Roberto Mariani

Personal information
- Full name: Roberto Rubén Mariani
- Date of birth: 8 January 1942
- Place of birth: Buenos Aires, Argentina

Managerial career
- Years: Team
- 0000–1977: Universidad Cruceña
- 1977–1978: Blooming
- 1985: Oriente Petrolero
- 1986–1990: Argentina (assistant)
- 1986–1989: Argentina U20 (assistant)
- 1986–1986: Argentina U17 (assistant)
- 1988–1989: Argentina U17 (assistant)
- 1990–1993: Vélez Sarsfield (youth)
- 1992: Vélez Sarsfield (interim)
- 1994: Blooming
- 1994–2000: San Lorenzo (youth)
- 2001: Arsenal de Sarandí
- 2008–2009: Unión San Felipe
- 2010: San Luis
- 2011: Rangers
- 2011: Coquimbo Unido
- 2012–2013: Deportes Concepción
- 2019: Boca Unidos (interim)

= Roberto Mariani (football manager) =

Argentine football manager

Roberto Rubén Mariani (born 8 January 1942) is an Argentine football manager.

==Career==
Mariani started his career in Bolivia with clubs such as Universidad Cruceña, Blooming and Oriente Petrolero.

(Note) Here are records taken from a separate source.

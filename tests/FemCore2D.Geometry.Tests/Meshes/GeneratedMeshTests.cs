using FemCore2D.Testing;
using FsCheck.Xunit;

namespace FemCore2D.Geometry.Tests;

[Properties(Arbitrary = [typeof(FieldArbitraries)], MaxTest = 30)]
public class GeneratedMeshTests
{
    [Property]
    public void EveryMeshKeepsTheInvariants(Mesh mesh) => MeshInvariants.Check(mesh);

    [Property]
    public void EulersFormulaHoldsForPartsAndHoles(Mesh mesh)
    {
        // V - E + F = parts - holes: all generated meshes are one part; closed chains of outer edges count the holes.
        int chains = 0;
        HashSet<int> open = [.. mesh.OuterEdges];
        while (open.Count > 0)
        {
            chains++;
            Stack<int> pending = new([open.First()]);
            while (pending.TryPop(out int edge))
            {
                if (!open.Remove(edge))
                {
                    continue;
                }

                (int from, int to) = mesh.EndsOf(edge);
                foreach (int next in mesh.EdgesAround(from).ToArray().Concat(mesh.EdgesAround(to).ToArray()))
                {
                    pending.Push(next);
                }
            }
        }

        Assert.Equal(1 - (chains - 1), mesh.VertexCount - mesh.EdgeCount + mesh.CellCount);
    }

    [Property]
    public void CellAreasAddUpToTheAreaWithinTheOuterEdges(Mesh mesh)
    {
        // Green's theorem along the outer edges, cell on the left, the arcs summed by many short chords.
        double twice = 0;
        Point2D origin = mesh.Vertices[0];
        foreach (int edge in mesh.OuterEdges)
        {
            int pieces = mesh.SweepRadiansOf(edge) == 0 ? 1 : 200;
            double sign = mesh.CellsOf(edge).Left >= 0 ? 1 : -1;
            for (int i = 0; i < pieces; i++)
            {
                Vector2D start = mesh.PointOnEdge(edge, i / (double)pieces) - origin;
                Vector2D end = mesh.PointOnEdge(edge, (i + 1) / (double)pieces) - origin;
                twice += sign * start.Cross(end);
            }
        }

        // A chord of a sweep s / 200 misses (s / 200)^2 / 12 of the area beyond its chord.
        MeshInvariants.Near(0.5 * twice, MeshInvariants.Area(mesh), mesh.HasArcs ? 3e-5 : 1e-11);
    }

    [Property]
    public void BoxHoldsAllPointsOfAllEdges(Mesh mesh)
    {
        (Point2D low, Point2D high) = mesh.Bounds;
        double slack = 1e-14 * (low.DistanceTo(high) + low.DistanceTo(Point2D.Origin));
        for (int edge = 0; edge < mesh.EdgeCount; edge++)
        {
            for (int i = 0; i <= 16; i++)
            {
                Point2D point = mesh.PointOnEdge(edge, i / 16.0);
                Assert.InRange(point.X, low.X - slack, high.X + slack);
                Assert.InRange(point.Y, low.Y - slack, high.Y + slack);
            }
        }
    }
}
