using System.Numerics;
using FemCore2D.Sparse;

namespace FemCore2D.Solvers;

/// <summary>The seam through which a host plugs in its own way of factorizing a sparse matrix.</summary>
/// <typeparam name="T">The number type: <see cref="double"/> or <see cref="Complex"/>.</typeparam>
public interface IFactorizer<T>
    where T : unmanaged, INumberBase<T>
{
    /// <summary>Factorizes a square matrix.</summary>
    /// <param name="matrix">The matrix; it is not changed, and not needed any more after the call.</param>
    /// <param name="cancellationToken">Stops the work.</param>
    /// <exception cref="OperationCanceledException">The work was stopped.</exception>
    IFactorization<T> Factorize(SparseMatrix<T> matrix, CancellationToken cancellationToken = default);
}
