def test_a_stale_step_is_refused_and_changes_nothing(store):
    workspace_id, entry = with_sweep(store)
    seen = store.current(workspace_id)
    rename(store, workspace_id, entry, "first")
    with pytest.raises(StaleRevision) as refusal:
        store.commit(workspace_id, steps.rename_entry(seen, entry, "second"), seen.revision)
    assert (refusal.value.seen, refusal.value.current) == (1, 2)
    for travel in (store.undo, store.redo):
        with pytest.raises(StaleRevision):
            travel(workspace_id, seen.revision)
    assert store.current(workspace_id).entries[entry].name == "first"
    assert store.current(workspace_id).revision == 2


def test_a_refused_step_changes_nothing(store):
    workspace_id, entry = with_sweep(store)
    before = store.current(workspace_id)
    with pytest.raises(StepRefused):
        store.commit(workspace_id, {"label": "x", "put": {"devices": {before.entries[entry].device: None}}}, 1)
    fit = before.fit(entry).to_dict()
    endless = {**refinement().to_dict(), "rmse": float("nan")}
    for wrong in ({"model": object()}, {**fit, "refinement": endless}):
        with pytest.raises(StepRefused):
            store.commit(workspace_id, {"label": "x", "put": {"fits": {entry: wrong}}}, 1)
    with closing(Store(store.folder)) as again:
        assert same(again.current(workspace_id), before)
        assert again.history(workspace_id).undo == "add sweep"


def test_a_step_that_changes_nothing_is_no_step(store):
    workspace_id, entry = with_sweep(store)
    before = store.current(workspace_id)
    assert store.commit(workspace_id, steps.rename_entry(before, entry, before.entries[entry].name), 1) is before
    assert store.history(workspace_id).undo == "add sweep"


def test_only_what_changed_is_written(store):
    workspace_id, entry = with_sweep(store, points=2000)
    with closing(sqlite3.connect(store.folder / DATABASE)) as other:
        readings = other.execute("SELECT max(rowid), count(*) FROM readings").fetchone()
        rename(store, workspace_id, entry, "renamed")
        assert other.execute("SELECT max(rowid), count(*) FROM readings").fetchone() == readings
        (size,) = other.execute("SELECT size FROM history ORDER BY position DESC LIMIT 1").fetchone()
    assert size < 2000  # bytes: no points in the step
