def request_of(case: Case) -> Request:
    """The case's question as the engine takes it."""
    counts = None if case.counts is None else (min(case.counts), max(case.counts))
    ratio = (case.ratio_low, case.ratio_high)
    return Request(case.site, ratio=ratio, counts=counts, combiner=case.combiner, every=True)


def form(option: Option, inverter: Inverter) -> oracle.Arrangement:
    """An option's arrangement in the oracle's form."""
    return tuple(
        tuple(sorted((t.strings, t.in_series) for t in option.arrangement if t.inputs == g))
        for g in range(len(inverter.inputs))
    )


def verdicts(result: Fit) -> dict[oracle.Arrangement, str]:
    """All arrangements of a search of one pair with their verdicts; asserts that none comes twice."""
    options = list(result.options(full=False))
    found = {form(o, result.inverters[0]): str(o.verdict) for o in options}
    assert len(found) == len(options) == result.totals.arrangements
    return found


def by_engine(case: Case) -> dict[oracle.Arrangement, str]:
    """All arrangements of a case with their verdicts; none where the engine refuses the module."""
    try:
        return verdicts(fit([case.module], [case.inverter], request_of(case)))
    except MatcherError:
        return {}


def by_oracle(case: Case) -> dict[oracle.Arrangement, str]:
    """The same by brute force."""
    ratio = (case.ratio_low, case.ratio_high)
    return oracle.arrangements(
        case.module, case.inverter, case.site, *ratio, case.counts, case.combiner, most=4_000
    )


def cases(seeds: range) -> list[tuple[int, Case]]:
    """Seeded random cases."""
    return [(seed, random_case(random.Random(seed))) for seed in seeds]


# --- against the oracle -----------------------------------------------------------------------------


@pytest.mark.parametrize("block", range(4))
def test_same_arrangements_and_verdicts(block):
    walked = some = 0
    for seed, case in cases(range(100 * block, 100 * block + 100)):
        try:
            wanted = by_oracle(case)
        except oracle.TooMany:
            continue
        walked += 1
        some += bool(wanted)
        assert by_engine(case) == wanted, f"seed {seed}"
    assert walked > 80
    assert some > 20


def test_same_arrangements_best_first(monkeypatch):
    """The lazy way lists the same, and in order, as when all options are sorted at once."""
    for _, case in cases(range(1000, 1120)):
        year = random_year(case.module, random.Random(1))

        def options(case=case, year=year, **change) -> list[Option]:
            request = replace(request_of(case), **change)
            return list(fit([case.module], [case.inverter], request, year).options(full=False))

        eager = options()
        with monkeypatch.context() as patch:
            patch.setattr(matcher.search, "WHOLE", 0)
            patch.setattr(matcher.fit, "WHOLE_EVERY", 0)
            lazy, best = options(), options(every=False)
        assert {form(o, case.inverter) for o in lazy} == {form(o, case.inverter) for o in eager}
        assert [in_order(o, case) for o in lazy] == [in_order(o, case) for o in eager]
        assert [in_order(o, case) for o in best] == [in_order(o, case) for o in eager[:1]]


def test_same_arrangements_with_parameters_fitted_to_a_datasheet():
    """The oracle takes the fitted parameters as the record's own; the fit itself is tested elsewhere."""
    some = 0
    for seed in range(25):
        rng = random.Random(seed)
        bare = fit_module(rng)
        six = six_parameters(bare)
        names = ("a_ref", "I_L_ref", "I_o_ref", "R_s", "R_sh_ref", "Adjust")
        module = replace(bare, **{name: float(getattr(six, name)) for name in names})
        site = random_site(rng)
        case = Case(module, random_inverter(rng, module, site), site, 0.8, 1.5, None, False)
        try:
            wanted = by_oracle(case)
        except oracle.TooMany:
            continue
        some += bool(wanted)
        assert by_engine(replace(case, module=bare)) == wanted, f"seed {seed}"
    assert some > 5


def random_arrangement(rng: random.Random, inverter: Inverter) -> oracle.Arrangement:
    """Any arrangement, valid or not."""
    while True:
        used = [rng.randint(0, group.trackers) for group in inverter.inputs]
        if any(used):
            return tuple(
                tuple(sorted((rng.randint(1, 3), rng.randint(1, 12)) for _ in range(n))) for n in used
            )


def test_same_verdict_of_every_check():
    """Also of arrangements that do not fit."""
    for seed, case in cases(range(300)):
        rng = random.Random(seed)
        points = module_points(design_points([case.module], case.site, DEFAULT_RULES), 0)
        pair = Pair(case.module, points, case.inverter, case.site, DEFAULT_RULES, case.combiner)
        for _ in range(4):
            arrangement = random_arrangement(rng, case.inverter)
            trackers = [Tracker(g, s, n) for g, used in enumerate(arrangement) for s, n in used]
            wanted = oracle.checks(case.module, case.inverter, case.site, arrangement, combiner=case.combiner)
            found = check_option(pair, trackers)
            assert str(verdict(found)) == oracle.verdict(wanted), f"seed {seed}: {arrangement}"
            by_name = defaultdict(set)
            for check in found:
                by_name[check.check].add("does-not-fit" if check.verdict == "note" else str(check.verdict))
            for name, asked in wanted.items():
                if name == "input-current" and asked == oracle.OPEN:
                    continue  # a note, told only of the trackers whose limit is stated
                seen = max(by_name[name], key=tuple(NAMES.values()).index, default=None)
                assert seen == NAMES.get(asked), f"seed {seed}: {arrangement}: {name}"


def test_same_design_points():
    pairs = {
        "t_cold": "cell_cold_c",
        "t_hot": "cell_hot_c",
        "voc_cold": "voc_cold_v",
        "voc_hot": "voc_hot_v",
        "vmp_hot": "vmp_hot_v",
        "vmp_25": "vmp_25_v",
        "vmp_cold": "vmp_cold_v",
        "isc_design": "isc_design_a",
    }
    for seed, case in cases(range(2000, 2100)):
        found = module_points(design_points([case.module], case.site, DEFAULT_RULES), 0)
        for theirs, ours in pairs.items():
            wanted, value = oracle.points(case.module, case.site)[theirs], getattr(found, ours)
            assert (value is None) == (wanted is None), f"seed {seed}: {ours}"
            assert value is None or value == pytest.approx(wanted, rel=1e-9), f"seed {seed}: {ours}"


def test_many_records_at_once_give_what_each_gives_alone():
    rng = random.Random(5)
    case = random_case(rng)
    boxes = [
        replace(random_inverter(rng, case.module, case.site), maker=f"Maker {i % 7}", model=f"{i}")
        for i in range(40)
    ]
    request = Request(case.site, every=True)
    together = fit([case.module], boxes, request)
    found = defaultdict(dict)
    for option in together.options(full=False):
        found[option.inverter][form(option, boxes[option.inverter])] = str(option.verdict)
    alone = [verdicts(fit([case.module], [box], request)) for box in boxes]
    assert [found[i] for i in range(len(boxes))] == alone
    assert together.totals.arrangements == sum(map(len, alone))
    assert together.totals.records_with_option == sum(map(bool, alone)) > 0


# --- counts of big inverters --------------------------------------------------------------------------


def big_inverter(trackers: tuple[int, int, int], module: Module) -> Inverter:
    """Three unlike groups; one bounded by nothing but the ratio window."""
    a, b, c = trackers
    return Inverter(
        maker="Random",
        model="Big",
        ac_power_w=float(sum(trackers)) * 22 * module.pmax_w / 1.2,
        max_dc_voltage_v=1100.0,
        mppt_low_v=400.0,
        mppt_high_v=900.0,
        inputs=(
            Inputs(trackers=a, strings_per_tracker=2, max_isc_a=60.0),
            Inputs(trackers=b, strings_per_tracker=1, max_isc_a=60.0),
            Inputs(trackers=c, strings_per_tracker=2),
        ),
    )


@pytest.mark.parametrize("trackers", [(2, 2, 2), (6, 3, 3), (12, 8, 4)])
def test_exact_count_of_big_inverters(trackers):
    """Against the oracle's coin-by-coin count, for the whole window and for single module counts."""
    case = random_case(random.Random(3))
    module, site = replace(case.module, max_system_voltage_v=None), replace(case.site, voltage_cap_v=None)
    inverter = big_inverter(trackers, module)
    wanted = oracle.count_by_modules(module, inverter, site, 0.8, 1.5)
    request = Request(site)
    assert fit([module], [inverter], request).totals.arrangements == sum(wanted.values()) > 0
    for modules in (*list(wanted)[::40], max(wanted) + 1):
        result = fit([module], [inverter], replace(request, counts=(modules, modules)))
        assert result.totals.arrangements == wanted.get(modules, 0)


# --- clipping and order -------------------------------------------------------------------------------


def random_year(module: Module, rng: random.Random, entries: int = 25):
    """A short year of any powers and voltages, hours of unlike weight."""
    import numpy as np

    from matcher.moduleyear import ModuleYear

    power = [rng.uniform(0, 1.1) * module.pmax_w for _ in range(entries)]
    volts = [rng.uniform(0.8, 1.05) * module.vmp_v for _ in range(entries)]
    return ModuleYear(np.array(power), np.array(volts), np.ones(entries))


def in_order(option: Option, case: Case) -> tuple:
    """The oracle's sort key of an option."""
    arrangement = form(option, case.inverter)
    return oracle.order_key(
        str(option.verdict),
        oracle.modules_of(arrangement) * case.module.pmax_w / case.inverter.ac_power_w,
        option.clipping_loss_pct,
        len({n for group in arrangement for _, n in group}),
        oracle.cold_margin(case.module, case.inverter, case.site, arrangement),
        case.inverter.maker,
        case.inverter.model,
    )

A close friend of Carlos Bilardo, he joined his technical staff as an assistant coach for the Argentina senior team in 1986 and also served as an assistant for the under-20's and the under-17's. As an anecdote, he holded the ball used in the 1986 FIFA World Cup final.

Following the Argentina national teams, Mariani worked as coach for the youth ranks of Vélez Sarsfield, leading the first team in 1992, and San Lorenzo de Almagro, with a brief stint with Blooming in 1994. In San Lorenzo, he trained players such as Eduardo Tuzzio, Guillermo Franco, Leandro Romagnoli.

In 2008, Mariani moved to Chile to led Unión San Felipe, winning the 2009 Primera B and the 2009 Copa Chile.

Following Unión San Felipe, Mariani coached San Luis de Quillota, Rangers de Talca, Coquimbo Unido and Deportes Concepción in Chile.

As coordinator for Boca Unidos, Mariani assumed as interim coach in July 2019.